**Task to complete:** Keep only the lines of the listing that include the word "deps", and copy them.

**Records for the exercise:**
+---+
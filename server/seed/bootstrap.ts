/**
 * Start-up seeding and the bootstrap variables (idempotent; safe on every start):
 * - an empty database gets the demo scenario (demo.ts);
 * - BOOTSTRAP_API_KEY is registered with all scopes on the demo account if no key has that hash;
 * - BOOTSTRAP_ADMIN_EMAIL / _PASSWORD become an admin user if no user has that e-mail (an existing
 *   user's password is never overwritten).
 */
import { eq } from 'drizzle-orm';
import type { Config } from '../config.js';
import type { Db, Sqlite } from '../db/client.js';
import { sqliteStore } from '../db/store.js';
import { accounts } from '../db/schema.js';
import { addMember, createAccount, createUser, findUserByEmail } from '../accounts/accounts.js';
import { createKey, keyExists } from '../accounts/keys.js';
import { scopes } from '../accounts/operations.js';
import { DEMO_ACCOUNT_NAME, isDatabaseEmpty, seedDemo, type DemoCredentials } from './demo.js';

export interface BootstrapReport {
  seeded: boolean;
  /** Set when this start seeded the demo scenario: shown once by start-up, outside production. */
  demoCredentials?: DemoCredentials;
  apiKeyRegistered: boolean;
  adminCreated: boolean;
}

export async function bootstrap(
  db: Db,
  sqlite: Sqlite,
  config: Config,
  now: Date,
  engineVersion: string,
): Promise<BootstrapReport> {
  const report: BootstrapReport = { seeded: false, apiKeyRegistered: false, adminCreated: false };
  // The demo seed goes through the store; bootstrap itself still takes the SQLite connection.
  const store = sqliteStore(sqlite, db);
  if (await isDatabaseEmpty(store)) {
    report.demoCredentials = await seedDemo(store, config.secret, now, engineVersion);
    report.seeded = true;
  }
  const demoAccountId = () =>
    db.select({ id: accounts.id }).from(accounts).where(eq(accounts.name, DEMO_ACCOUNT_NAME)).get()?.id ??
    createAccount(db, { name: DEMO_ACCOUNT_NAME, plan: 'professional', monthlyUnitQuota: 50_000, now }).id;

  if (config.bootstrapApiKey !== undefined && !keyExists(db, config.secret, config.bootstrapApiKey)) {
    createKey(db, config.secret, {
      accountId: demoAccountId(),
      name: 'Bootstrap key (BOOTSTRAP_API_KEY)',
      scopes,
      rateLimitPerMinute: 600,
      now,
      token: config.bootstrapApiKey,
    });
    report.apiKeyRegistered = true;
  }
  if (
    config.bootstrapAdminEmail !== undefined &&
    config.bootstrapAdminPassword !== undefined &&
    !findUserByEmail(db, config.bootstrapAdminEmail)
  ) {
    const user = await createUser(db, {
      email: config.bootstrapAdminEmail,
      password: config.bootstrapAdminPassword,
      role: 'admin',
      now,
    });
    addMember(db, user.id, demoAccountId());
    report.adminCreated = true;
  }
  return report;
}
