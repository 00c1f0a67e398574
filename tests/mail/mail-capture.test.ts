// Mail: nodemailer → SMTP on a real loopback socket → the smtp-server capture → captured_mail,
// and the capture's minimal MIME parsing. Sources: RFC 2047 §8 examples (encoded words; the
// strings are from memory of that section), RFC 2045 §6.7 (quoted-printable soft line breaks) and
// §6.8 (base64), RFC 2046 §5.1 (multipart boundaries), RFC 5322 §2.2.3 (header folding).
import { afterAll, beforeAll, describe, expect, it } from 'vitest';
import {
  decodeEncodedWords,
  parseMessage,
  startMailCapture,
  type MailCapture,
} from '../../server/integrations/mail-capture.js';
import { sendMail } from '../../server/mail/send.js';
import { makeHarness, type Harness } from '../http/helpers.js';

describe('decodeEncodedWords', () => {
  it('decodes the RFC 2047 section 8 examples', () => {
    // RFC 2047 §8 (from memory): Q encoding in ISO-8859-1, underscore as space, adjacent words joined.
    expect(decodeEncodedWords('=?ISO-8859-1?Q?Andr=E9?= Pirard')).toBe('André Pirard');
    expect(decodeEncodedWords('=?US-ASCII?Q?Keith_Moore?=')).toBe('Keith Moore');
    expect(decodeEncodedWords('=?ISO-8859-1?Q?a?= =?ISO-8859-1?Q?b?=')).toBe('ab');
    expect(decodeEncodedWords('=?ISO-8859-1?Q?a?= b')).toBe('a b');
  });

  it('decodes B encoding in UTF-8', () => {
    // RFC 2047 §4.1: "B" is base64 (RFC 2045 §6.8) of the charset's bytes; "Dühring" in UTF-8.
    expect(decodeEncodedWords(`=?UTF-8?B?${Buffer.from('Dühring', 'utf8').toString('base64')}?=`)).toBe(
      'Dühring',
    );
  });
});

describe('parseMessage', () => {
  it('unfolds headers and reads the text and HTML parts of a multipart/alternative message', () => {
    const raw = [
      'From: a@ebullio.invalid',
      'Subject: a folded',
      ' subject line', // RFC 5322 §2.2.3: folding whitespace is removed by unfolding CRLF
      'Content-Type: multipart/alternative; boundary="b1"',
      '',
      '--b1', // RFC 2046 §5.1.1: "--" + boundary delimits parts, "--b1--" ends them
      'Content-Type: text/plain; charset=utf-8',
      'Content-Transfer-Encoding: quoted-printable',
      '',
      'Evaporator =C3=BCber soft=',
      'break',
      '--b1',
      'Content-Type: text/html; charset=utf-8',
      'Content-Transfer-Encoding: base64',
      '',
      Buffer.from('<p>Brix</p>').toString('base64'),
      '--b1--',
      '',
    ].join('\r\n');
    const m = parseMessage(raw);
    expect(m.subject).toBe('a folded subject line');
    // RFC 2045 §6.7 rule 5: "=" at line end is a soft break; "=C3=BC" are the UTF-8 bytes of ü.
    expect(m.text).toBe('Evaporator über softbreak');
    expect(m.html).toBe('<p>Brix</p>');
  });
});

describe('sendMail through the capture server', () => {
  let capture: MailCapture;
  let h: Harness;
  beforeAll(async () => {
    h = await makeHarness();
    capture = await startMailCapture({ store: h.store, port: 0, clock: () => h.clock.now });
    h.config.smtpUrl = capture.url;
  });
  afterAll(async () => {
    await capture.close();
  });

  it('delivers a message over SMTP on loopback, stored with its non-ASCII subject and long text intact', async () => {
    const long = 'Heating steam at 3 barg, ' + 'liquor at 30 % NaOH; '.repeat(12) + 'end.';
    const result = await sendMail(h.deps, {
      kind: 'quota-80',
      to: 'ops@ebullio.invalid',
      subject: 'Kontingent zu 80 % verbraucht — Dühring-Tabelle',
      text: `Hello,\n\n${long}\n`,
      html: '<p>Hello</p>',
    });
    expect(result.status).toBe('sent');
    const { capturedMail, mailLog } = h.store.t;
    const [row] = await h.store.db.select().from(capturedMail).limit(1);
    expect(row?.from).toBe('no-reply@ebullio.invalid');
    expect(row?.to).toEqual(['ops@ebullio.invalid']);
    expect(row?.subject).toBe('Kontingent zu 80 % verbraucht — Dühring-Tabelle');
    expect(row?.text).toBe(`Hello,\n\n${long}`);
    expect(row?.html).toBe('<p>Hello</p>');
    const log = await h.store.db
      .select({ kind: mailLog.kind, status: mailLog.status, error: mailLog.error })
      .from(mailLog);
    expect(log).toEqual([{ kind: 'quota-80', status: 'sent', error: null }]);
  });

  it('logs a failure instead of throwing when the SMTP server cannot be reached', async () => {
    const closed = await startMailCapture({ store: h.store, port: 0 });
    await closed.close();
    const h2 = await makeHarness({ config: { smtpUrl: closed.url } });
    const result = await sendMail(h2.deps, {
      kind: 'key-revoked',
      to: 'x@ebullio.invalid',
      subject: 's',
      text: 't',
    });
    expect(result.status).toBe('failed');
    const { mailLog } = h2.store.t;
    expect(await h2.store.db.select({ status: mailLog.status }).from(mailLog)).toEqual([
      { status: 'failed' },
    ]);
  });

  it('does not fall back to the capture server in production', async () => {
    const h3 = await makeHarness({ config: { nodeEnv: 'production' } });
    const result = await sendMail(h3.deps, {
      kind: 'invitation',
      to: 'x@ebullio.invalid',
      subject: 's',
      text: 't',
    });
    expect(result.status).toBe('failed');
    expect(result.error).toMatch(/SMTP_URL/);
  });
});
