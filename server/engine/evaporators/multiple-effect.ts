/**
 * Multiple-effect evaporator train: design for equal heat-transfer areas, or rating of given
 * areas. Pure: SI numbers in and out, water and steam only through ../steam/if97.ts.
 *
 * Model (textbook multiple-effect balances, e.g. C.J. Geankoplis, Transport Processes and
 * Separation Process Principles, 4th ed., Prentice Hall (2003), section 8.5; W.L. McCabe,
 * J.C. Smith, P. Harriott, Unit Operations of Chemical Engineering, 7th ed., McGraw-Hill (2005),
 * chapter 16):
 * - Effects 1…N. Steam condenses in the chest of effect 1 at T_s = T_sat(p_s). Effect i boils at
 *   pressure p_i: water-saturation ("vapour") temperature T_i = T_sat(p_i), liquor boiling point
 *   T_b,i = T_i + BPR_i(x_i, p_i) from the liquor model at the liquor leaving effect i. p_N is given.
 * - The vapour V_i leaves superheated by BPR_i: H_V,i = IF97 region 2 at (p_i, T_b,i). Less any
 *   bleed B_i, it condenses in the chest of effect i+1 at T_i (so the BPR is lost as driving force):
 *   Q_{i+1} = (V_i − B_i)·(H_V,i − h_c,i), h_c,i the condensate enthalpy (saturated at p_i, or
 *   subcooled by `vaporCondensateSubcooling`). Q_1 = S·(h_steam,in − h_steam,condensate).
 * - Energy balance of effect i: Q_i + L_in,i·h_in,i = V_i·H_V,i + L_out,i·h_L,i, with liquor
 *   enthalpies from the liquor model at (x, T_b); mass and solute balances along the liquor path.
 * - Area: A_i = Q_i / (U_i·ΔT_i), ΔT_i = T_cond,i − T_b,i (condensing temperature of the heating
 *   medium minus the liquor boiling point INCLUDING its BPR); T_cond,1 = T_s, T_cond,i = T_{i−1}.
 *
 * Design ('equal-area'): unknowns S, V_1…V_N, T_1…T_{N−1} and the common area A (2N+1); equations:
 * N energy balances, N area equations A_i = A, total evaporation ΣV = F·(1 − x_F/x_P).
 * Rating ('given-areas'): unknowns S, V_1…V_N, T_1…T_{N−1} (2N); equations: N energy balances and
 * N area equations A_i = given A_i; the product concentration is an output. (Rating for a fixed
 * product that finds the feed rate is not implemented.)
 *
 * Solver (a decoupled scheme, the classic area-equalisation made exact):
 * 1. For the current temperatures and concentrations, every enthalpy, BPR and latent heat is
 *    frozen; the N energy balances plus one closure equation are then LINEAR in (S, V_1…V_N):
 *    design closure ΣV = F − L_P; rating closure Σ Q_i/(U_i·A_i) = T_s − T_N − Σ BPR_i (the area
 *    equations summed). Solved by Gaussian elimination with partial pivoting (../numeric/linear.ts).
 * 2. The new duties fix the temperature drops: design ΔT_i ∝ Q_i/U_i, rating ΔT_i = Q_i/(U_i·A_i),
 *    scaled so that ΣΔT_i = T_s − T_N − ΣBPR_i; T_i follows from T_{i−1} − ΔT_i − BPR_i.
 * 3. Concentrations, BPRs and enthalpies are refreshed and the two steps repeated, with Anderson
 *    acceleration (D.G. Anderson, "Iterative procedures for nonlinear integral equations",
 *    J. ACM 12(4), 1965, 547–560; H.F. Walker and P. Ni, "Anderson acceleration for fixed-point
 *    iterations", SIAM J. Numer. Anal. 49(4), 2011, 1715–1735) on the vector of temperatures and
 *    concentrations. The residuals are exact (fresh IF97 and liquor properties each iteration);
 *    only the iteration map is approximate, so the converged point satisfies the full equations.
 *    Each iteration evaluates each needed state once: 2 IF97 states per effect.
 * Flows are kept ≥ 0 by halving the step in V whenever a liquor flow would vanish or a
 * concentration would leave the liquor model's limits; ΔT_i > 0 by construction (Q_i > 0).
 *
 * Feed arrangements: 'forward' (1→N), 'backward' (N→1), an explicit order (a permutation of effect
 * numbers, e.g. [2, 3, 1]), or 'parallel': fresh feed to every effect, each effect concentrating
 * its share to the product concentration x_P. Split rule for parallel feed: each effect takes the
 * share F_i = V_i/(1 − x_F/x_P) that its own evaporation V_i turns into product at x_P (so
 * ΣF_i = F); the split follows from the energy balances and is reported per effect. The product
 * is the mixture of all effect outlets (its temperature from the mixture enthalpy).
 *
 * Options:
 * - vaporBleeds: kg/s taken from effect i's vapour to another user; it does not reach chest i+1.
 * - feedPreheat: the fresh feed is heated from feed.temperature to feedPreheat.temperature before
 *   entering; duty Q_pre = F·(h(x_F, T_pre) − h(x_F, T_F)). Source 'external' (reported as an
 *   external duty), or a further bleed of vapour from effect j condensing at p_j (saturated
 *   condensate; T_pre must stay below T_j): B_pre = Q_pre/(H_V,j − h_c,j), added to effect j's bleed.
 * - condensateFlash: condensate cascade with flash tanks (the usual arrangement): the condensate of
 *   chest j (j ≥ 2, vapour chests only; steam condensate returns to the boiler) together with the
 *   liquid cascaded from the previous flash tank is flashed to the pressure of chest j+1 (p_j);
 *   the flash vapour joins effect j's vapour heading to chest j+1 and the liquid cascades on. With
 *   saturated condensate everywhere, Fl_j = M_j·(h_f,j−1 − h_f,j)/(h_g,j − h_f,j), M_j = Σ_{k<j}(V_k − B_k).
 *   Requires vaporCondensateSubcooling = 0. The last chest's cascade leaves at p_{N−1}.
 * - thermocompressor (thermal vapour recompression, TVR): a steam-jet ejector driven by motive
 *   steam at P_m entrains vapour from effect j (default the last) at its pressure p_j and boiling
 *   point (superheated by its BPR, enthalpy H_V,j) and discharges into the chest of effect 1, whose
 *   pressure is then `steam.pressure` (P_c). Ra = motive/entrained from El-Dessouky's correlation
 *   (./thermocompressor.ts) at (P_m, P_c, p_j, T_j); the discharge D = M + E is the chest's steam
 *   (the unknown S), E = D/(1 + Ra) leaves effect j's vapour before chest j+1 (or the condenser),
 *   exactly linear in S, so the linear solve carries it; Ra and the discharge enthalpy
 *   h_d = (Ra·h_m + H_V,j)/(1 + Ra) are refreshed with the other properties each iteration. The
 *   chest gives h_d − h_c per kg (superheat and latent heat down to its condensate).
 * - Hydrostatic head and heat losses are not modelled here (surface boiling points).
 *
 * Figures of merit (./figures-of-merit.ts): distillate = total evaporation; heating steam = the
 * steam (the motive steam with a thermocompressor), its heat released per kg its enthalpy less the
 * chest-1 condensate's.
 */
import { EngineInputError, EngineNoSolutionError, EngineRangeError } from '../errors.js';
import type { OverallCoefficientProvider, OverallCoefficientResult } from '../heat-transfer/overall.js';
import type { LiquorModel } from '../liquors/model.js';
import { solveLinearSystem } from '../numeric/linear.js';
import { brentSolve } from '../numeric/roots.js';
import {
  IF97,
  saturationPressure,
  saturationTemperature,
  saturatedLiquidEnthalpy,
  saturatedVaporEnthalpy,
  enthalpyAtPT,
  stateAtPH,
} from '../steam/if97.js';
import { addWarning, type Citation, type EngineCaution, type EngineWarning } from '../types.js';
import { figuresOfMerit, type FiguresOfMerit } from './figures-of-merit.js';
import {
  checkThermocompressor,
  dischargeEnthalpy,
  requireWorkingEjector,
  THERMOCOMPRESSOR_SOURCE,
} from './thermocompressor.js';
import {
  balanceResidual,
  collectSources,
  leavingVapor,
  requireInRange,
  requireMassFraction,
  requirePositive,
  resolveSteamSupply,
  standardCautions,
  warnFeedFlash,
  warnLargeSteamSuperheat,
  warnLargeTemperatureDifference,
  warnSmallTemperatureDifference,
  warnSolubility,
  type SteamSupply,
  type SteamSupplySpec,
} from './common.js';

export type FeedArrangement = 'forward' | 'backward' | 'parallel' | readonly number[];
export type MultipleEffectMode = 'equal-area' | 'given-areas';

export interface VaporBleed {
  /** Effect number (1…N) whose vapour is bled. */
  effect: number;
  /** kg/s */
  massFlow: number;
}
+---+
**Answer box:**
    const result = await sendMail(h.deps, {
    const result = await sendMail(h2.deps, {
    const result = await sendMail(h3.deps, {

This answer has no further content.